◆ **TO DO**: Tally the lines in the data below where the word "part" appears, and give the tally alone.

◆ **MATERIAL PROVIDED**:
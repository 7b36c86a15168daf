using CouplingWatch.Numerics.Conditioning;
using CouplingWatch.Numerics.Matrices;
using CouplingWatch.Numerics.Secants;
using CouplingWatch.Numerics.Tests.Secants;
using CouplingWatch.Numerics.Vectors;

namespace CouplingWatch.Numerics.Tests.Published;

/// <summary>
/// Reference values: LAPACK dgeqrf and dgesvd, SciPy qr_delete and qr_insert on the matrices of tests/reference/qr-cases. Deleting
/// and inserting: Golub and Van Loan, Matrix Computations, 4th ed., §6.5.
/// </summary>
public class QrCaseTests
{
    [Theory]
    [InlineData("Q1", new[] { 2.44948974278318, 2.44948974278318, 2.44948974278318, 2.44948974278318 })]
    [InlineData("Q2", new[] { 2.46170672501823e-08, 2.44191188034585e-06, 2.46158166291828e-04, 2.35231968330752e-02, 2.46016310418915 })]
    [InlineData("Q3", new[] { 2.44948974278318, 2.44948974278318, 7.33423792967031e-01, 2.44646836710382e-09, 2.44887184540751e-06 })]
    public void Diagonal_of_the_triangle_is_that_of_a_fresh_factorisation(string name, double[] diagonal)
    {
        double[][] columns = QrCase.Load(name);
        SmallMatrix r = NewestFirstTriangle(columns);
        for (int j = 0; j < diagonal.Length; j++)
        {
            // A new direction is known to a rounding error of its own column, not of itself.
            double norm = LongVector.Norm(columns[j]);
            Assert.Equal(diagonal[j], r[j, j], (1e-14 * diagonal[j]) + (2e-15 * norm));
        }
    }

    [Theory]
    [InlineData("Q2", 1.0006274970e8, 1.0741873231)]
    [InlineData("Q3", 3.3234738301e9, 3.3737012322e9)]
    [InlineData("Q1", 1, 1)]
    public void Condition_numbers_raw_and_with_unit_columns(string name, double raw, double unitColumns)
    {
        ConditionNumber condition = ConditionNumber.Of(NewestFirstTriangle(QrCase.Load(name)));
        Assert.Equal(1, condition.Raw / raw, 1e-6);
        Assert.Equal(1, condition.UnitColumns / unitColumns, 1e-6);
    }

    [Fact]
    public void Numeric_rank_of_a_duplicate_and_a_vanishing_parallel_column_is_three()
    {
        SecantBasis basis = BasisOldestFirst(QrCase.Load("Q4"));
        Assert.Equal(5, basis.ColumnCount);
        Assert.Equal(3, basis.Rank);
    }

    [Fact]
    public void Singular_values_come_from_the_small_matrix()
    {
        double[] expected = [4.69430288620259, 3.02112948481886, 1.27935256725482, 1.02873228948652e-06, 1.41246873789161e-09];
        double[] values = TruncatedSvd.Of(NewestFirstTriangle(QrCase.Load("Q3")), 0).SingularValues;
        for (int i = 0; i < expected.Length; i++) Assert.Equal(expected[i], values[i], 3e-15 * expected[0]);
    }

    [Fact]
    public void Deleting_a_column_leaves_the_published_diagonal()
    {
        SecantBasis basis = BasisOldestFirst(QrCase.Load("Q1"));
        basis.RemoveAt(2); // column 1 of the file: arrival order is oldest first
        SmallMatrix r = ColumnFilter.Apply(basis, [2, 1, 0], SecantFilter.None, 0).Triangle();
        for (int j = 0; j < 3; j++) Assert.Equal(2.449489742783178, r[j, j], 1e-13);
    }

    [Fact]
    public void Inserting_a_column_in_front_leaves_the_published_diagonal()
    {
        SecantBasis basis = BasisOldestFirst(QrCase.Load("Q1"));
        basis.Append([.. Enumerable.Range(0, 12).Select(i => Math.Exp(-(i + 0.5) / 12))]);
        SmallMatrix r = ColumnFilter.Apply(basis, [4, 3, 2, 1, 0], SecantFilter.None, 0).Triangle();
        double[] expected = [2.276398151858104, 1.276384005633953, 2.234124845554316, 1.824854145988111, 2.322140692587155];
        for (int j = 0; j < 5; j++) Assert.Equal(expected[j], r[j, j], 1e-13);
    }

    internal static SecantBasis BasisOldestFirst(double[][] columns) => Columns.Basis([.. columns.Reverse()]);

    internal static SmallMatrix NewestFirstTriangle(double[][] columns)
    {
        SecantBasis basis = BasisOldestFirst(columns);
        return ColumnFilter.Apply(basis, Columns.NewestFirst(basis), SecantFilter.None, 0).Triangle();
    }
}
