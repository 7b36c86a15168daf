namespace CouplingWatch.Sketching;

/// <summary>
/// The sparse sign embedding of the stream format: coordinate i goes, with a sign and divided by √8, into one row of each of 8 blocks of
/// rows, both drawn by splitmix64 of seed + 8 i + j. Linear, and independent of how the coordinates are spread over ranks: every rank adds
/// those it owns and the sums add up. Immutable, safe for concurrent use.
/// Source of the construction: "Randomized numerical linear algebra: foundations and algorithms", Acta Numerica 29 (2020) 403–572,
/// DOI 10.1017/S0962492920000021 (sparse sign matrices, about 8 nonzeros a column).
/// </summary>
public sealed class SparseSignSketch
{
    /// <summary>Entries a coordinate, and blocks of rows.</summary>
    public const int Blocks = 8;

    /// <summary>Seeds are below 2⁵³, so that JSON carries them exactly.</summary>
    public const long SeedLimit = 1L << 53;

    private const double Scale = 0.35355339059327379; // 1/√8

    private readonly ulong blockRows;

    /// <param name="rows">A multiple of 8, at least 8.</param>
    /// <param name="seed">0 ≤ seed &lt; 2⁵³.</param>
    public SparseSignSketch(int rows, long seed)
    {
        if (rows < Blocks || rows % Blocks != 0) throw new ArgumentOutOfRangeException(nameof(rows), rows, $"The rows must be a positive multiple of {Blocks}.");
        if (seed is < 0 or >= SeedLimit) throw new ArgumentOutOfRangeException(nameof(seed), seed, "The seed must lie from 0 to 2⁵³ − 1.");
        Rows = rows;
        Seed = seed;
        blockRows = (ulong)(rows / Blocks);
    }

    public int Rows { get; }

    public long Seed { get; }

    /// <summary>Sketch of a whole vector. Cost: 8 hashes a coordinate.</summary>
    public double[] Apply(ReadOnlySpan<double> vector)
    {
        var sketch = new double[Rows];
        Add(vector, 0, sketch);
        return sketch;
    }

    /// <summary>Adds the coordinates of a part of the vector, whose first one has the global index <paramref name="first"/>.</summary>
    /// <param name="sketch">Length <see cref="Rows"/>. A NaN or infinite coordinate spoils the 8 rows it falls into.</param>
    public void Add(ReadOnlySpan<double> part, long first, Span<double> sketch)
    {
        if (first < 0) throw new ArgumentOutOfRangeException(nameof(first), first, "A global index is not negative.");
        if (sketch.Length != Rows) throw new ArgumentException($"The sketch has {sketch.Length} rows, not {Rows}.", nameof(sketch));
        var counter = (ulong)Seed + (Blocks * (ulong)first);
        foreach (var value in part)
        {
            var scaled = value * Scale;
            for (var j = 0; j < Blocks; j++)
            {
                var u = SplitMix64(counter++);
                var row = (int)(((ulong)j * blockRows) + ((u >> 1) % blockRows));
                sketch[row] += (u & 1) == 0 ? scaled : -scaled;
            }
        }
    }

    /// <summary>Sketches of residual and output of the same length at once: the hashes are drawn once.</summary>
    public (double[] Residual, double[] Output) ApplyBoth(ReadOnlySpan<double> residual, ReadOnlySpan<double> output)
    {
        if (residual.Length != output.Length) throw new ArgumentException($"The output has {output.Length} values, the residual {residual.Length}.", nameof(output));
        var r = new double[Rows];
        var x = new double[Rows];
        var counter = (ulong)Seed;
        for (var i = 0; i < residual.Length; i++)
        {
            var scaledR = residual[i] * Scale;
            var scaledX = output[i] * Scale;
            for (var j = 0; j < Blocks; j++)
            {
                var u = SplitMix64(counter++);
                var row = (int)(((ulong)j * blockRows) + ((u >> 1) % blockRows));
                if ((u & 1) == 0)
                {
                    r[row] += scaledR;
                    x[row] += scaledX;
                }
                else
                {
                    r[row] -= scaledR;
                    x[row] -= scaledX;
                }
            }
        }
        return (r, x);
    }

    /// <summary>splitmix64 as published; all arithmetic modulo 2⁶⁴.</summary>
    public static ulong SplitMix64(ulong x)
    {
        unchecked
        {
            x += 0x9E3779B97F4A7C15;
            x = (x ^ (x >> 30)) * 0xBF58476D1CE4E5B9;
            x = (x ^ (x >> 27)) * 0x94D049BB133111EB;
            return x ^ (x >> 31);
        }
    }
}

◆ **WRITTEN ANSWER**: 3